Extracted records Block Start
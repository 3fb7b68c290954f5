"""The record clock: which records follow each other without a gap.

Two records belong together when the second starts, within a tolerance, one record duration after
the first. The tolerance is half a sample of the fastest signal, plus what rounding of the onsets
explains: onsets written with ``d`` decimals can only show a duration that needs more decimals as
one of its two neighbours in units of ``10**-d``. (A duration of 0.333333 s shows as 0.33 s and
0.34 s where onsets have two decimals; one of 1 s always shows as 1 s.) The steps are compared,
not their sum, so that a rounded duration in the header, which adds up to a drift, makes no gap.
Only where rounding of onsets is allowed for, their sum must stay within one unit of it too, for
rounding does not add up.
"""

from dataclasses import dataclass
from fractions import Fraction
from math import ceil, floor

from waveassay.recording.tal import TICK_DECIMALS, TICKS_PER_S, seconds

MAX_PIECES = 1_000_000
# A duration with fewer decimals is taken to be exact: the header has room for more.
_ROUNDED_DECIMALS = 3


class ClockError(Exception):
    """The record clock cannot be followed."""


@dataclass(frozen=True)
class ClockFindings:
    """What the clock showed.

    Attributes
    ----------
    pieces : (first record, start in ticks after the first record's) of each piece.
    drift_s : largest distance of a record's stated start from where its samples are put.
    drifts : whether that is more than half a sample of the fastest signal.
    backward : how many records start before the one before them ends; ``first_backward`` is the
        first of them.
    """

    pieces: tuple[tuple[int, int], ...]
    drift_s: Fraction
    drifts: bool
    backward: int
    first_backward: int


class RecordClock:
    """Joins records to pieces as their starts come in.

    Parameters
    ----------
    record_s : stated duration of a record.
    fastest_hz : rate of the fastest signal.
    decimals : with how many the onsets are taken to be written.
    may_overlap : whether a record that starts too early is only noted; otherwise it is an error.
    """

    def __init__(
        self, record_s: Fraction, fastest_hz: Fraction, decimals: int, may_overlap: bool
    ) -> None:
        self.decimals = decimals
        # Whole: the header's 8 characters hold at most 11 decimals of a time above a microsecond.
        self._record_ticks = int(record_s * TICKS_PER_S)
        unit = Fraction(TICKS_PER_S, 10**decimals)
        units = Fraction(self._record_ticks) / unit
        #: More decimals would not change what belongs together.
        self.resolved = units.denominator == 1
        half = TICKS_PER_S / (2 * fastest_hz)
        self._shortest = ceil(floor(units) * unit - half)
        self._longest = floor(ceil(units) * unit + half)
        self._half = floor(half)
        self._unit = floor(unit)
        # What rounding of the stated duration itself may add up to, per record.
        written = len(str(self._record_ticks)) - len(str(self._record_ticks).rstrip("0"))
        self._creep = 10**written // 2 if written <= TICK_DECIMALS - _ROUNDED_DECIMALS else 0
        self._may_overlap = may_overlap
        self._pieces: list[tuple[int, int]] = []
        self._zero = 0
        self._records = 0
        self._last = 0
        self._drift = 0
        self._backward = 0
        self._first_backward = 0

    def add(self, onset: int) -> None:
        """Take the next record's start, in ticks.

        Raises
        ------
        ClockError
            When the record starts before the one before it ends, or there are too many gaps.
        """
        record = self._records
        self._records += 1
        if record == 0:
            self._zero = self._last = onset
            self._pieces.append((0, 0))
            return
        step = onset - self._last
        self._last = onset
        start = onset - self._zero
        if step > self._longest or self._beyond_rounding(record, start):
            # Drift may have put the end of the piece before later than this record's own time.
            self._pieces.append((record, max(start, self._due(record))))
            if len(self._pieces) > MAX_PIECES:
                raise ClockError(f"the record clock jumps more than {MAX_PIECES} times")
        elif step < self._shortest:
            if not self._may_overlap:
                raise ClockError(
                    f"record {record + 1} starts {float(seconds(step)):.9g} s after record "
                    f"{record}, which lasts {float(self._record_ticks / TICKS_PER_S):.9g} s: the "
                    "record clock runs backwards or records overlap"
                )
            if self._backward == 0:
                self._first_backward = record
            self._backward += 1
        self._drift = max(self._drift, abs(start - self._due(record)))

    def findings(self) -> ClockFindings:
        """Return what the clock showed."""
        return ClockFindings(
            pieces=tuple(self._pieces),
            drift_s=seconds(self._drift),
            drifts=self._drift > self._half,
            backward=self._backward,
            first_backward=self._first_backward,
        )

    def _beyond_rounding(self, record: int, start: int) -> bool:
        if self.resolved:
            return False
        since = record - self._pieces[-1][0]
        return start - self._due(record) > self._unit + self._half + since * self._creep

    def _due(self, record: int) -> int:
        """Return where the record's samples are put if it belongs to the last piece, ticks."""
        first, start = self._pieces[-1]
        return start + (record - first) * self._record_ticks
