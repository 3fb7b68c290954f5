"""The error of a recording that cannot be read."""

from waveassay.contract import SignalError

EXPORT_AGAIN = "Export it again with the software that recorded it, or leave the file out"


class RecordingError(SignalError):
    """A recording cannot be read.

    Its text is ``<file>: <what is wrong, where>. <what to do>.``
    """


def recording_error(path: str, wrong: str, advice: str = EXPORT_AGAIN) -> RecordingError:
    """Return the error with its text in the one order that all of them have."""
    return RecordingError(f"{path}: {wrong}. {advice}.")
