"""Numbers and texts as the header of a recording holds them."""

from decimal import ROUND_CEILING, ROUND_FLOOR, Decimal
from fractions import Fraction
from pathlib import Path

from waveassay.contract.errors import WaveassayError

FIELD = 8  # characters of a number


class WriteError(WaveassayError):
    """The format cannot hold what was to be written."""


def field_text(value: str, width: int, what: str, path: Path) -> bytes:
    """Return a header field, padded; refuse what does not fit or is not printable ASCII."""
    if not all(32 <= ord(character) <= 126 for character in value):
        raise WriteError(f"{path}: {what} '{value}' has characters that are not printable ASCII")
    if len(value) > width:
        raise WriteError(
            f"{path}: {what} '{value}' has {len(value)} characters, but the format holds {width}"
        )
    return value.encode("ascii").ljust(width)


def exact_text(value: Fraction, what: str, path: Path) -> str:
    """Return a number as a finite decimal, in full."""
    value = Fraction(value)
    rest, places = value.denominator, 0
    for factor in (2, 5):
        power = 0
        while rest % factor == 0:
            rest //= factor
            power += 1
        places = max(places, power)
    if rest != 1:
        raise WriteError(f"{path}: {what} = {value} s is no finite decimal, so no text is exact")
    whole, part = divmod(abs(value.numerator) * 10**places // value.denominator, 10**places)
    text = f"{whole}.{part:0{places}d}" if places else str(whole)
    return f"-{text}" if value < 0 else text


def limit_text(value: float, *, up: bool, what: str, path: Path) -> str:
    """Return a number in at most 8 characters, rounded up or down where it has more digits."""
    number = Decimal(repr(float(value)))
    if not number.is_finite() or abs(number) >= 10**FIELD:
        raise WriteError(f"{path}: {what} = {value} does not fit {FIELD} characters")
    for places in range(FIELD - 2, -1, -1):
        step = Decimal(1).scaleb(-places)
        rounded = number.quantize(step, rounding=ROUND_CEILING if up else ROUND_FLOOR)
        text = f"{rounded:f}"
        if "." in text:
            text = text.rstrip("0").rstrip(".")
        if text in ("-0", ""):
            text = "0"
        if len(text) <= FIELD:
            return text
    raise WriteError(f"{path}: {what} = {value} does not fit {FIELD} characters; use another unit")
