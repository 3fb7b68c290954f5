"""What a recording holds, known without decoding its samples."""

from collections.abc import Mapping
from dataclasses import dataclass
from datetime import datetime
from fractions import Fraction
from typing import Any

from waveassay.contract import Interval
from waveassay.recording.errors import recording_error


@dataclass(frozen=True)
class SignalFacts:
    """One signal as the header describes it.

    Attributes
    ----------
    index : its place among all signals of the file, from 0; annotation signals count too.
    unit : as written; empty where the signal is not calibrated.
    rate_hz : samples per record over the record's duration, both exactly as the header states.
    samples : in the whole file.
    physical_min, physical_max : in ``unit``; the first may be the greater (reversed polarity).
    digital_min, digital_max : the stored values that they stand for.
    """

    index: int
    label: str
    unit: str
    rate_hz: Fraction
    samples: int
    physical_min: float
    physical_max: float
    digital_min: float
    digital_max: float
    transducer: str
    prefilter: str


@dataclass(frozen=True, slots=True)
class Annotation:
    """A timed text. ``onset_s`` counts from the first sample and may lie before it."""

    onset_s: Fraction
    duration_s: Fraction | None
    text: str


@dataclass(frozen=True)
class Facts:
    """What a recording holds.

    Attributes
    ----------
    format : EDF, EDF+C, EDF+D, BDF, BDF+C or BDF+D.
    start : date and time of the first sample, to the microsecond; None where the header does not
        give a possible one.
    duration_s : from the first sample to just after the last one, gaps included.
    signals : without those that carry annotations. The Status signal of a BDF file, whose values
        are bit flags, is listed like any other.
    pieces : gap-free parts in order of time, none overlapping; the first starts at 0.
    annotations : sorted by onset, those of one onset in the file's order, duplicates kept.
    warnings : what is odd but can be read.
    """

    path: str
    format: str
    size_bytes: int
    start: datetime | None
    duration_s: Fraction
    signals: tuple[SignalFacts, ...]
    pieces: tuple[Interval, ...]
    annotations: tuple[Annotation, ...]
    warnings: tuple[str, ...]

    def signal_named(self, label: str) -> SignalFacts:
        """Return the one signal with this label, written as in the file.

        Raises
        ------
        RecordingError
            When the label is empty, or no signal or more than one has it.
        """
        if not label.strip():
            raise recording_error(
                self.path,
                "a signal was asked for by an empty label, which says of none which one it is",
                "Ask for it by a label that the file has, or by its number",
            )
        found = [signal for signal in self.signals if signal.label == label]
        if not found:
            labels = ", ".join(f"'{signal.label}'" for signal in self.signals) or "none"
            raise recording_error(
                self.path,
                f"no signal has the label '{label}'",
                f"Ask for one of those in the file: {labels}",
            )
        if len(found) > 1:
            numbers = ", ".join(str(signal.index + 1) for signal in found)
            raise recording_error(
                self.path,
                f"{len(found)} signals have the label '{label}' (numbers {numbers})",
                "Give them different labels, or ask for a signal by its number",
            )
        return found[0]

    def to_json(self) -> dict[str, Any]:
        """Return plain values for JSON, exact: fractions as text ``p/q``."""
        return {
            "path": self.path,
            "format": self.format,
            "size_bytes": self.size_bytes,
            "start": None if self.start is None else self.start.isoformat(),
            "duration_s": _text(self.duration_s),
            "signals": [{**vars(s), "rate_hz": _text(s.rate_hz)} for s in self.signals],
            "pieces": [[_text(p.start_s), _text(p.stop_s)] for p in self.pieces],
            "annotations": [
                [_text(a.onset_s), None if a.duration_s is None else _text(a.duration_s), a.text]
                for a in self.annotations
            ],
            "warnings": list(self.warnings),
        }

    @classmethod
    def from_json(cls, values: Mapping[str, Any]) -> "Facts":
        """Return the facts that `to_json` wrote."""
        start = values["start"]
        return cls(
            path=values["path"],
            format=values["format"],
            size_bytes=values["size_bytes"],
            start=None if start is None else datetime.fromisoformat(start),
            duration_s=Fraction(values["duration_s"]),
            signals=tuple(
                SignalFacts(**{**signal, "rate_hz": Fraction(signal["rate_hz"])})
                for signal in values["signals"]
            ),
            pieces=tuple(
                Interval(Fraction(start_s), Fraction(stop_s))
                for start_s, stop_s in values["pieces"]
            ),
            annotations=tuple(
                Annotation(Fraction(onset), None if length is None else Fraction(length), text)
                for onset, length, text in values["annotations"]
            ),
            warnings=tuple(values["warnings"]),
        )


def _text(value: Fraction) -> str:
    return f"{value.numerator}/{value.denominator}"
Extracted records Block End
**Task objective**
Restate word for word the lines in the material above from the one with "from waveassay.contract import SignalError" to the one with "and texts as"; both of those lines count, and nothing else does.

**Result**
from waveassay.contract import SignalError

EXPORT_AGAIN = "Export it again with the software that recorded it, or leave the file out"


class RecordingError(SignalError):
    """A recording cannot be read.

    Its text is ``<file>: <what is wrong, where>. <what to do>.``
    """


def recording_error(path: str, wrong: str, advice: str = EXPORT_AGAIN) -> RecordingError:
    """Return the error with its text in the one order that all of them have."""
    return RecordingError(f"{path}: {wrong}. {advice}.")
"""Numbers and texts as the header of a recording holds them."""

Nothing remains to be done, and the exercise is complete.